Developed countries, particularly in Europe, and developing countries in African and Latin American regions should invest in promoting education and training programs aimed at increasing the available labour force given that they have a high association of uncertainty on unemployment. There should be efforts focusing on increasing human capital while also providing suitable vocational training ensuring social integration to reduce uncertainty in line with SDG 4: Quality Education and SDG 10: Reduced Inequalities. Our study explores how in contemporary literature, the youth unemployment is high in the countries examined, hence it recommended to implement policies that encourage hiring young workers and marginalized groups, particularly women. Aligning with Target 8.6: Reducing Youth Unemployment.

In terms of sustainable economic growth, the countries in the Latin American and Sub Sharan African countries should promote sustainable production to ensure continued economic growth and diversification into varying economies to mitigate effects of uncertainty. Additionally, these countries can allocate part of their yearly budget to Research and Development of new technologies, allowing for sustainable growth. Such initiatives contribute to achieving aligning with SDG 8: Decent Work and Economic Growth and SDG 9: Industry, Innovation, and Infrastructure. Moreover, expanding access to quality education to build a skilled workforce that is inclusive in nature allows to achieve SDG 4: Quality Education and SDG 10: Reduced Inequalities.

For Guinea, FYR Macedonia, Brazil, Nepal, Kazakhstan, enhancing trade openness can mitigate uncertainty as indicated by their unidirectional relationships found in the empirical results. Least Developed Countries (LDCs) particularly, Guinea and Nepal can benefit from Aid for trade support agreements that help create jobs and increase exports, however these nations must first invest in trade infrastructure involve significant initial costs but would bring substantial long term economic benefits. Policies aimed at increasing exports from these developing nations and promoting free trade agreements will help mitigate uncertainty and boost economic activity aligning with UN SDG 17: Partnerships for the Goals.

Limitations of the study and prospects for future research

The study’s scope was limited to a scope of 23 years due to data availability constraints.
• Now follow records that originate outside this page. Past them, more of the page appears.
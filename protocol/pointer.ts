/**
 * JSON pointers (RFC 6901): where in a decoded payload a value stands. Not for URI fragments (section 6), which no
 * payload mapping needs.
 */
import { ProtocolError } from './errors.ts';

/** Whether a text is a JSON pointer: '' or '/' and tokens, with ~ only as ~0 and ~1 (RFC 6901 section 3). */
export const isPointer = (text: string): boolean => /^(?:\/(?:[^~/]|~[01])*)*$/.test(text);

/**
 * The reference tokens of a pointer, unescaped.
 *
 * throws  ProtocolError 'payload' if the text is no pointer
 * source  RFC 6901 section 4: ~1 before ~0, so that ~01 stands for ~1
 */
export const pointerTokens = (pointer: string): readonly string[] => {
  if (!isPointer(pointer)) {
    throw new ProtocolError('payload', `expected a JSON pointer such as "/value", got ${JSON.stringify(pointer)}`, {
      details: { pointer },
    });
  }
  const tokens = pointer.split('/').slice(1);
  return tokens.map((token) => token.replaceAll('~1', '/').replaceAll('~0', '~'));
};

/** An array index without leading zeros (RFC 6901 section 4). */
const INDEX = /^(?:0|[1-9]\d*)$/;

/**
 * The value that tokens name in a document, undefined if there is none. Own properties only, so no token reaches a
 * prototype; '-' (after the last entry) names no value.
 *
 * source  RFC 6901 section 4
 */
export const resolveTokens = (document: unknown, tokens: readonly string[]): unknown => {
  let value = document;
  for (const token of tokens) {
    if (Array.isArray(value)) value = INDEX.test(token) ? value[Number(token)] : undefined;
    else if (typeof value === 'object' && value !== null && Object.hasOwn(value, token)) {
      value = (value as Record<string, unknown>)[token];
    } else return undefined;
  }
  return value;
};

/** The value a pointer names in a document. throws  ProtocolError 'payload' if the text is no pointer */
export const resolvePointer = (document: unknown, pointer: string): unknown =>
  resolveTokens(document, pointerTokens(pointer));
While the World Uncertainty Index remain a useful tool for identifying global uncertainty, there are certain limitation, its use of the word ‘uncertainty’ and its variants might not incorporate varied expressions of uncertainty. Furthermore, the use of uncertainty as an exogenous variable, might not fully capture the dynamics between economic uncertainty and the socio-economic variables, also affecting the feedback loops and lagged effects when utilising alternative lag lengths.
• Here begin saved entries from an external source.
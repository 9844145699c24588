/**
 * Walks MessagePack bytes without building anything and refuses what our documents never hold, so that the decoder
 * behind it only ever sees harmless input. Not recursive: nesting costs an array entry, never stack.
 *
 * Two forms. 'own' is the one form our writer gives a value, so that accepted bytes re-encode to themselves: shortest
 * integers and lengths, floats in the shortest exact width, map keys strictly ascending by their UTF-8 bytes.
 * 'any' is for payloads that other makers' equipment sends: any legal width, any key order, keys still strings and unique.
 *
 * Refused in both: extension types, the unused byte 0xc1, nesting or item counts past the limits, lengths past the end,
 * keys that are no strings, repeated keys, keys that touch prototypes, NaN and infinities, integers past 2^53 - 1,
 * malformed UTF-8, bytes after the value.
 */
import { isUtf8 } from 'node:buffer';
import { ProtocolError } from './errors.ts';

/** Bounds of one scan; bytes, nesting, and values with keys counted. */
export interface ScanLimits {
  readonly maxBytes: number;
  readonly maxDepth: number;
  readonly maxItems: number;
}

/** 'own': the single form our writer produces. 'any': every legal MessagePack form of the same plain values. */
export type ScanForm = 'own' | 'any';

type Kind = 'plain' | 'number' | 'text' | 'bytes' | 'array' | 'map';

interface Token {
  readonly kind: Kind;
  /** Bytes of the head, after which text and bytes follow. */
  readonly head: number;
  /** Bytes of text or bytes; entries of an array or map. */
  readonly length: number;
}

/** Keys that reach an object's prototype in the host language. */
const FORBIDDEN_KEYS: ReadonlySet<string> = new Set(['__proto__', 'constructor', 'prototype']);

const refuse = (at: number, what: string): never => {
  throw new ProtocolError('scan', `MessagePack byte ${at}: ${what}`, { details: { offset: at } });
};

const need = (view: DataView, at: number, count: number): void => {
  if (at + count > view.byteLength) {
    refuse(at, `expected ${count} more bytes, got ${view.byteLength - at}: the data is cut short`);
  }
};

/** Smallest value that needs each unsigned width; below it a shorter form exists. */
const UNSIGNED_FLOOR: Readonly<Record<number, number>> = { 1: 0x80, 2: 0x100, 4: 0x10000, 8: 0x100000000 };
/** Largest negative value that needs each signed width. */
const SIGNED_CEILING: Readonly<Record<number, number>> = { 1: -0x21, 2: -0x81, 4: -0x8001, 8: -0x80000001 };

const readUnsigned = (view: DataView, at: number, width: number): number => {
  if (width === 1) return view.getUint8(at);
  if (width === 2) return view.getUint16(at);
  if (width === 4) return view.getUint32(at);
  return view.getUint32(at) * 2 ** 32 + view.getUint32(at + 4);
};

const readSigned = (view: DataView, at: number, width: number): number => {
  if (width === 1) return view.getInt8(at);
  if (width === 2) return view.getInt16(at);
  if (width === 4) return view.getInt32(at);
  return view.getInt32(at) * 2 ** 32 + view.getUint32(at + 4);
};

const integerToken = (view: DataView, at: number, width: number, signed: boolean, own: boolean): Token => {
  need(view, at + 1, width);
  const value = signed ? readSigned(view, at + 1, width) : readUnsigned(view, at + 1, width);
  if (!Number.isSafeInteger(value)) refuse(at, 'expected an integer within ±(2^53 - 1), got a larger one');
  const shortest = signed ? value <= SIGNED_CEILING[width]! : value >= UNSIGNED_FLOOR[width]!;
  if (own && !shortest) refuse(at, `expected ${value} in its shortest form, got ${width} bytes`);
  return { kind: 'number', head: 1 + width, length: 0 };
};

const floatToken = (view: DataView, at: number, width: number, own: boolean): Token => {
  need(view, at + 1, width);
  const value = width === 4 ? view.getFloat32(at + 1) : view.getFloat64(at + 1);
  if (!Number.isFinite(value)) refuse(at, `expected a finite number, got ${value}`);
  if (own && Number.isSafeInteger(value) && !Object.is(value, -0)) {
    refuse(at, `expected ${value} as an integer, got a float`);
  }
  if (own && width === 8 && Math.fround(value) === value) refuse(at, `expected ${value} as float 32, got float 64`);
  return { kind: 'number', head: 1 + width, length: 0 };
};

/** Smallest length that needs each width of length field. */
const LENGTH_FLOOR: Readonly<Record<string, readonly [number, number, number]>> = {
  text: [32, 0x100, 0x10000],
  bytes: [0, 0x100, 0x10000],
  array: [0, 16, 0x10000],
  map: [0, 16, 0x10000],
};

const sizedToken = (view: DataView, at: number, kind: Kind, width: 1 | 2 | 4, own: boolean): Token => {
  need(view, at + 1, width);
  const length = readUnsigned(view, at + 1, width);
  const floor = LENGTH_FLOOR[kind]![width === 1 ? 0 : width === 2 ? 1 : 2]!;
  if (own && length < floor) refuse(at, `expected length ${length} in its shortest form, got ${width} bytes`);
  return { kind, head: 1 + width, length };
};

const readToken = (view: DataView, at: number, own: boolean): Token => {
  const byte = view.getUint8(at);
  if (byte < 0x80 || byte >= 0xe0) return { kind: 'number', head: 1, length: 0 };
  if (byte < 0x90) return { kind: 'map', head: 1, length: byte & 0x0f };
  if (byte < 0xa0) return { kind: 'array', head: 1, length: byte & 0x0f };
  if (byte < 0xc0) return { kind: 'text', head: 1, length: byte & 0x1f };
  if (byte === 0xc0 || byte === 0xc2 || byte === 0xc3) return { kind: 'plain', head: 1, length: 0 };
  if (byte >= 0xc4 && byte <= 0xc6) return sizedToken(view, at, 'bytes', (1 << (byte - 0xc4)) as 1 | 2 | 4, own);
  if (byte === 0xca) return floatToken(view, at, 4, own);
  if (byte === 0xcb) return floatToken(view, at, 8, own);
  if (byte >= 0xcc && byte <= 0xcf) return integerToken(view, at, 1 << (byte - 0xcc), false, own);
  if (byte >= 0xd0 && byte <= 0xd3) return integerToken(view, at, 1 << (byte - 0xd0), true, own);
  if (byte >= 0xd9 && byte <= 0xdb) return sizedToken(view, at, 'text', (1 << (byte - 0xd9)) as 1 | 2 | 4, own);
  if (byte === 0xdc || byte === 0xdd) return sizedToken(view, at, 'array', byte === 0xdc ? 2 : 4, own);
  if (byte === 0xde || byte === 0xdf) return sizedToken(view, at, 'map', byte === 0xde ? 2 : 4, own);
  if (byte === 0xc1) return refuse(at, 'expected a value, got the unused byte 0xc1');
  return refuse(at, `expected plain data, got extension type byte 0x${byte.toString(16)}`);
};

/** One open array or map. */
interface Frame {
  readonly isMap: boolean;
  /** Values still to come; a map counts its keys, so an even number left means a key is next. */
  left: number;
  /** 'own' form: bytes of the last key. */
  lastKey: Uint8Array | null;
  /** 'any' form: keys seen. */
  readonly keys: Set<string> | null;
}

const compareBytes = (a: Uint8Array, b: Uint8Array): number => Buffer.compare(a, b);

const checkKey = (frame: Frame, key: Uint8Array, at: number): void => {
  const text = Buffer.from(key.buffer, key.byteOffset, key.byteLength).toString('utf8');
  if (FORBIDDEN_KEYS.has(text)) refuse(at, `the key "${text}" is not allowed`);
  if (frame.keys !== null) {
    if (frame.keys.has(text)) refuse(at, `the key ${JSON.stringify(text)} appears twice in one map`);
    frame.keys.add(text);
    return;
  }
  if (frame.lastKey !== null) {
    const order = compareBytes(frame.lastKey, key);
    if (order === 0) refuse(at, `the key ${JSON.stringify(text)} appears twice in one map`);
    if (order > 0) refuse(at, `expected keys in ascending order, got ${JSON.stringify(text)} late`);
  }
  frame.lastKey = key;
};

/**
 * Refuses bytes that are not exactly one harmless MessagePack value within the limits.
 *
 * shapes  any length
 * units   limits in bytes, levels of arrays and maps, values (keys counted)
 * throws  ProtocolError 'size' past maxBytes; 'scan' with the byte offset for everything else
 * source  MessagePack specification, "Formats" (msgpack/msgpack, spec.md); the narrowing is ours
 * cost    one pass, O(bytes); one small object a value
 */
export const scanMessagePack = (bytes: Uint8Array, limits: ScanLimits, form: ScanForm = 'own'): void => {
  if (bytes.length > limits.maxBytes) {
    throw new ProtocolError(
      'size',
      `MessagePack data: expected at most ${limits.maxBytes} bytes, got ${bytes.length}`,
      {
        details: { bytes: bytes.length, maxBytes: limits.maxBytes },
      },
    );
  }
  const view = new DataView(bytes.buffer, bytes.byteOffset, bytes.byteLength);
  const open: Frame[] = [];
  let at = 0;
  let items = 0;
  do {
    need(view, at, 1);
    if (++items > limits.maxItems) refuse(at, `expected at most ${limits.maxItems} values, got more`);
    const frame = open.at(-1);
    const isKey = frame?.isMap === true && frame.left % 2 === 0;
    const token = readToken(view, at, form === 'own');
    if (isKey && token.kind !== 'text') refuse(at, 'expected a string as map key, got another type');
    if (frame !== undefined) frame.left--;
    const start = at + token.head;
    if (token.kind === 'array' || token.kind === 'map') {
      const left = token.kind === 'map' ? token.length * 2 : token.length;
      if (open.length >= limits.maxDepth) refuse(at, `expected at most ${limits.maxDepth} levels, got more`);
      if (left > limits.maxItems)
        refuse(at, `expected at most ${limits.maxItems} values, got ${left} in one ${token.kind}`);
      const keys = token.kind === 'map' && form === 'any' ? new Set<string>() : null;
      open.push({ isMap: token.kind === 'map', left, lastKey: null, keys });
      at = start;
    } else {
      need(view, start, token.length);
      const content = bytes.subarray(start, start + token.length);
      if (token.kind === 'text' && !isUtf8(content)) refuse(at, 'expected text in UTF-8, got malformed bytes');
      if (isKey) checkKey(frame, content, at);
      at = start + token.length;
    }
    while (open.length > 0 && open.at(-1)!.left === 0) open.pop();
  } while (open.length > 0);
  if (at !== bytes.length) refuse(at, `expected the end, got ${bytes.length - at} further bytes`);
};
The Granger causality test utilised in this study also has its limitations, as it cannot be applied to non-stationary data, and it identifies temporal relationships and does not account for all possible underlying variables. Furthermore, the causality tests reveal only a causal effect, however that might not be the case in real world scenarios. Thereby, factors not included in the model could also affect the findings. The Cointegration tests also contain certain limitations, for instance cointegration might be present due to common trends or other factors, even when no meaningful relationship exists.

A potential extension of this research could be utilising economic uncertainty as an exogenous variable in causality frameworks (VECM with exogenous terms). Additionally, including additional socio-economic variables like poverty rates and inflation rates could expand the base of the literature. Additionally, in a cross-country setting Granger causality assumes linearity, which may not fully capture the non-linear dynamics among the variables.